Saved entries:
════════
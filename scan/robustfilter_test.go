package scan

import (
	"fmt"
	"math"
	"math/rand/v2"
	"testing"
)

// noisySquare returns an n×n grid of 0.5 mm cells of 10 µm white noise on a
// 0.3 mm dish, with 0.5 % spikes of ±0.3 … 2 mm.
func noisySquare(n int, seed uint64) *Surface {
	rng := rand.New(rand.NewPCG(seed, 1))
	h := 0.5e-3
	r := float64(n) * h / 2
	s := squareSurface(n, n, h, dish(0.3e-3, r))
	for k := range s.ZM {
		s.ZM[k] += 10e-6 * rng.NormFloat64()
		if rng.Float64() < 0.005 {
			s.ZM[k] += (0.3e-3 + 1.7e-3*rng.Float64()) * float64(1-2*rng.IntN(2))
		}
	}
	return s
}

// BenchmarkRobustFilter times the robust filter (orders 1 and 2) and the
// linear one on 250², 500² and 1000² grids of 0.5 mm cells, 8 mm cut-off.
func BenchmarkRobustFilter(b *testing.B) {
	for _, n := range []int{250, 500, 1000} {
		s := noisySquare(n, 3)
		for _, c := range []struct {
			name string
			opt  FilterOptions
		}{
			{"gaussian", FilterOptions{CutoffM: 8e-3, Method: FilterGaussian}},
			{"robust1", FilterOptions{CutoffM: 8e-3, Order: Order1}},
			{"robust2", FilterOptions{CutoffM: 8e-3, Order: Order2}},
		} {
			b.Run(fmt.Sprintf("%s/%d", c.name, n), func(b *testing.B) {
				var it int
				t0 := cpuTime()
				for b.Loop() {
					res, err := Filter(s, c.opt)
					if err != nil {
						b.Fatal(err)
					}
					it = res.Iterations
				}
				b.ReportMetric(float64(it), "passes")
				b.ReportMetric(float64(cpuTime()-t0)/1e6/float64(b.N), "cpu-ms/op")
			})
		}
	}
}

// stepSpike returns a 60 × 40 mm grid of 0.5 mm cells: a profile along x
// with a step of height hStep at x = 0, one spike of spikeM at (−12 mm,
// 0), and 1 µm white noise (so the robust scale is not zero).
func stepSpike(hStep, spikeM float64) *Surface {
	const h = 0.5e-3
	rng := rand.New(rand.NewPCG(21, 22))
	s := squareSurface(121, 81, h, func(x, y float64) float64 {
		if x >= 0 {
			return hStep
		}
		return 0
	})
	for k := range s.ZM {
		s.ZM[k] += 1e-6 * rng.NormFloat64()
	}
	s.ZM[s.Index(60-24, 40)] += spikeM
	return s
}

// TestRobustFilterStepAndSpike checks the published behaviour of the robust
// Gaussian regression filter on a step-plus-spike profile (Brinkmann,
// Bodschwinna & Lemke 2001, and the examples of ISO/TS 16610-31; from
// memory): an isolated spike does not lift the mean line at all, and near
// a step the cells with large residuals lose their weight, so the mean
// line settles onto each level closer to the step than the linear filter's
// (it still bends across the step itself: the weights are per cell, not
// per window). The linear filter is checked against its closed form: on a
// step of height H its output is H·Φ(d/σ), d the distance from the edge,
// σ = α·λc/√(2π) = 1.50 mm for λc = 8 mm; at a one-cell spike it is the
// spike times the kernel's centre weight (h/(α λc))² = 1.77 %.
func TestRobustFilterStepAndSpike(t *testing.T) {
	const (
		hStep  = 0.1e-3
		spike  = 2e-3
		cutoff = 8e-3
		h      = 0.5e-3
	)
	s := stepSpike(hStep, spike)
	lin, err := Filter(s, FilterOptions{CutoffM: cutoff, Method: FilterGaussian})
	if err != nil {
		t.Fatal(err)
	}
	rob, err := Filter(s, FilterOptions{CutoffM: cutoff})
	if err != nil {
		t.Fatal(err)
	}
	sigma := GaussianAlpha * cutoff / math.Sqrt(2*math.Pi)
	j := 40
	var sumLin, sumRob float64
	for i := 50; i <= 80; i++ {
		x := s.X(i)
		d := x + h/2 // the edge lies between the cells at −h and 0
		want := hStep * 0.5 * (1 + math.Erf(d/sigma/math.Sqrt2))
		zl, zr := lin.Form.ZM[s.Index(i, j)], rob.Form.ZM[s.Index(i, j)]
		if math.Abs(zl-want) > 0.01*hStep {
			t.Errorf("x %.2f mm: linear filter %.2f µm, closed form %.2f µm", x*1e3, zl*1e6, want*1e6)
		}
		level := 0.0
		if x >= 0 {
			level = hStep
		}
		el, er := math.Abs(zl-level), math.Abs(zr-level)
		if math.Abs(d) >= 2.5e-3 && er > 0.7*el+0.2e-6 {
			t.Errorf("x %.2f mm: robust filter %.2f µm off the level, linear %.2f µm", x*1e3, er*1e6, el*1e6)
		}
		if math.Abs(d) >= 1e-3 {
			sumLin += el
			sumRob += er
		}
	}
	if sumRob >= sumLin {
		t.Errorf("summed deviation from the levels beyond 1 mm: robust %.1f µm, linear %.1f µm", sumRob*1e6, sumLin*1e6)
	}
	// The spike, 12 mm from the step.
	at := s.Index(60-24, j)
	dl, dr := lin.Form.ZM[at], math.Abs(rob.Form.ZM[at])
	if math.Abs(dl-0.0177*spike) > 0.05*0.0177*spike {
		t.Errorf("linear filter at the spike %.1f µm, want about %.1f µm", dl*1e6, 0.0177*spike*1e6)
	}
	if dr > 0.5e-6 {
		t.Errorf("robust filter at the spike %.2f µm, want ≤ 0.5 µm", dr*1e6)
	}
	if rob.ZeroWeightCells < 1 || rob.Iterations < 2 || rob.Method != FilterRobust || rob.Order != 1 {
		t.Errorf("robust result: %d zero-weight cells, %d passes, %s order %d", rob.ZeroWeightCells, rob.Iterations, rob.Method, rob.Order)
	}
	t.Logf("deviation from the levels beyond 1 mm of the step: linear %.1f µm, robust %.1f µm (summed over 31 cells); spike: linear %.1f µm, robust %.3f µm",
		sumLin*1e6, sumRob*1e6, dl*1e6, dr*1e6)
}

// TestRobustFilterCleanData checks that without outliers the robust filter
// stays within a fraction of the noise of the linear one of the same order,
// on a noisy dish disc, and that orders 1 and 2 keep a plane exact at the
// rim while order 2 also keeps the dish (a quadric) exact.
func TestRobustFilterCleanData(t *testing.T) {
	const r, h, sigma = 0.04, 0.5e-3, 10e-6
	f := dish(0.3e-3, r)
	rng := rand.New(rand.NewPCG(31, 32))
	noisy := discSurface(r, h, func(x, y float64) float64 { return f(x, y) + sigma*rng.NormFloat64() })
	clean := discSurface(r, h, f)
	tilted := discSurface(r, h, plane(3e-3, -2e-3, 1e-4))
	for _, o := range []FilterOrder{Order0, Order1, Order2} {
		rob, err := Filter(noisy, FilterOptions{CutoffM: 8e-3, Order: o})
		if err != nil {
			t.Fatal(err)
		}
		lin, err := Filter(noisy, FilterOptions{CutoffM: 8e-3, Order: o, Method: FilterGaussian})
		if err != nil {
			t.Fatal(err)
		}
		var ss float64
		n := 0
		for k := range noisy.ZM {
			// Order 0 differs from the others at the rim by the slope
			// times the window's shift; compare inside 30 mm only.
			if noisy.InBase(k) && math.Hypot(noisy.X(k%noisy.Nx), noisy.Y(k/noisy.Nx)) < 0.03 {
				d := rob.Form.ZM[k] - lin.Form.ZM[k]
				ss += d * d
				n++
			}
		}
		// The filtered noise is about 0.1 σ RMS inside; a robust
		// estimator on Gaussian data loses some efficiency and departs
		// from the linear one by a fraction of that (common practice).
		if rms := math.Sqrt(ss / float64(n)); rms > 0.1*sigma {
			t.Errorf("order %d: robust and linear forms differ by %.2f µm RMS", int(o)-1, rms*1e6)
		}
		if o != Order0 && math.Abs(rob.NoiseM-sigma) > 0.05*sigma {
			t.Errorf("order %d: noise %.2f µm, want 10 ± 0.5 µm", int(o)-1, rob.NoiseM*1e6)
		}
		for name, in := range map[string]*Surface{"plane": tilted, "dish": clean} {
			if o == Order0 || (o == Order1 && name == "dish") {
				continue
			}
			res, err := Filter(in, FilterOptions{CutoffM: 8e-3, Order: o})
			if err != nil {
				t.Fatal(err)
			}
			for k := range in.ZM {
				if in.InBase(k) && math.Abs(res.Form.ZM[k]-in.ZM[k]) > 1e-9 {
					t.Fatalf("order %d changed the %s by %g m at cell %d", int(o)-1, name, res.Form.ZM[k]-in.ZM[k], k)
				}
			}
		}
	}
}

func TestFilterOptionsBad(t *testing.T) {
	s := discSurface(0.01, 1e-3, plane(0, 0, 0))
	for name, opt := range map[string]FilterOptions{
		"method":     {CutoffM: 8e-3, Method: "median"},
		"order":      {CutoffM: 8e-3, Order: 7},
		"iterations": {CutoffM: 8e-3, MaxIterations: -1},
		"cut-off":    {CutoffM: math.Inf(1)},
	} {
		if _, err := Filter(s, opt); err == nil {
			t.Errorf("%s: no error", name)
		}
	}
}

// outlierCloud returns n points spread uniformly over a disc of radius r
// (random, not a lattice) on a 0.3 mm dish with 10 µm noise and 0.5 %
// spikes of ±0.3 … 2 mm.
func outlierCloud(n int, r float64) (x, y, z []float64) {
	rng := rand.New(rand.NewPCG(5, 5))
	f := dish(0.3e-3, r)
	x, y, z = make([]float64, n), make([]float64, n), make([]float64, n)
	for i := range n {
		rr := r * math.Sqrt(rng.Float64())
		th := 2 * math.Pi * rng.Float64()
		x[i], y[i] = rr*math.Cos(th), rr*math.Sin(th)
		z[i] = f(x[i], y[i]) + 10e-6*rng.NormFloat64()
		if rng.Float64() < 0.005 {
			z[i] += (0.3e-3 + 1.7e-3*rng.Float64()) * float64(1-2*rng.IntN(2))
		}
	}
	return x, y, z
}

// BenchmarkLocalOutliers times the outlier test on 0.5, 1 and 2 million
// points over a 200 mm disc, and on a 1000 × 1000 lattice of 0.5 mm cells
// (the cells of a mesh).
func BenchmarkLocalOutliers(b *testing.B) {
	for _, n := range []int{500000, 1000000, 2000000} {
		x, y, z := outlierCloud(n, 0.1)
		sp := math.Sqrt(math.Pi * 0.01 / float64(n))
		b.Run(fmt.Sprintf("cloud%dk", n/1000), func(b *testing.B) {
			t0 := cpuTime()
			for b.Loop() {
				LocalOutliers(x, y, z, sp, DefaultOutlierK)
			}
			b.ReportMetric(float64(cpuTime()-t0)/1e6/float64(b.N), "cpu-ms/op")
		})
	}
	s := noisySquare(1000, 4)
	var x, y, z []float64
	for q := range s.ZM {
		x, y, z = append(x, s.X(q%s.Nx)), append(y, s.Y(q/s.Nx)), append(z, s.ZM[q])
	}
	b.Run("grid1000", func(b *testing.B) {
		t0 := cpuTime()
		for b.Loop() {
			LocalOutliers(x, y, z, s.CellM, DefaultOutlierK)
		}
		b.ReportMetric(float64(cpuTime()-t0)/1e6/float64(b.N), "cpu-ms/op")
	})
}

// BenchmarkPointSpacing times the spacing of 2 million points.
func BenchmarkPointSpacing(b *testing.B) {
	x, y, _ := outlierCloud(2000000, 0.1)
	for b.Loop() {
		PointSpacing(x, y, math.Pi*0.01)
	}
}

// BenchmarkFilterBase filters a 200 mm base at 0.5 mm cells (401×401 grid,
// 10 µm noise, 0.5 % spikes) with the default 8 mm cut-off: the linear
// filter and the robust one (the pipeline's default). cells/s counts base
// cells filtered per second of wall time.
func BenchmarkFilterBase(b *testing.B) {
	rng := rand.New(rand.NewPCG(8, 8))
	f := dish(0.3e-3, 0.1)
	s := discSurface(0.1, 0.5e-3, func(x, y float64) float64 {
		z := f(x, y) + 10e-6*rng.NormFloat64()
		if rng.Float64() < 0.005 {
			z += 1e-3
		}
		return z
	})
	nBase := 0
	for k := range s.State {
		if s.InBase(k) {
			nBase++
		}
	}
	for _, m := range []FilterMethod{FilterGaussian, FilterRobust} {
		b.Run(string(m), func(b *testing.B) {
			t0 := cpuTime()
			var it int
			for b.Loop() {
				res, err := Filter(s, FilterOptions{CutoffM: 8e-3, Method: m})
				if err != nil {
					b.Fatal(err)
				}
				it = res.Iterations
			}
			b.ReportMetric(float64(it), "passes")
			b.ReportMetric(float64(cpuTime()-t0)/1e6/float64(b.N), "cpu-ms/op")
			b.ReportMetric(float64(nBase)*float64(b.N)/b.Elapsed().Seconds(), "cells/s")
		})
	}
}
════════
Provide the count of lines above that contain "BenchmarkLocalOutliers", without any other words.

2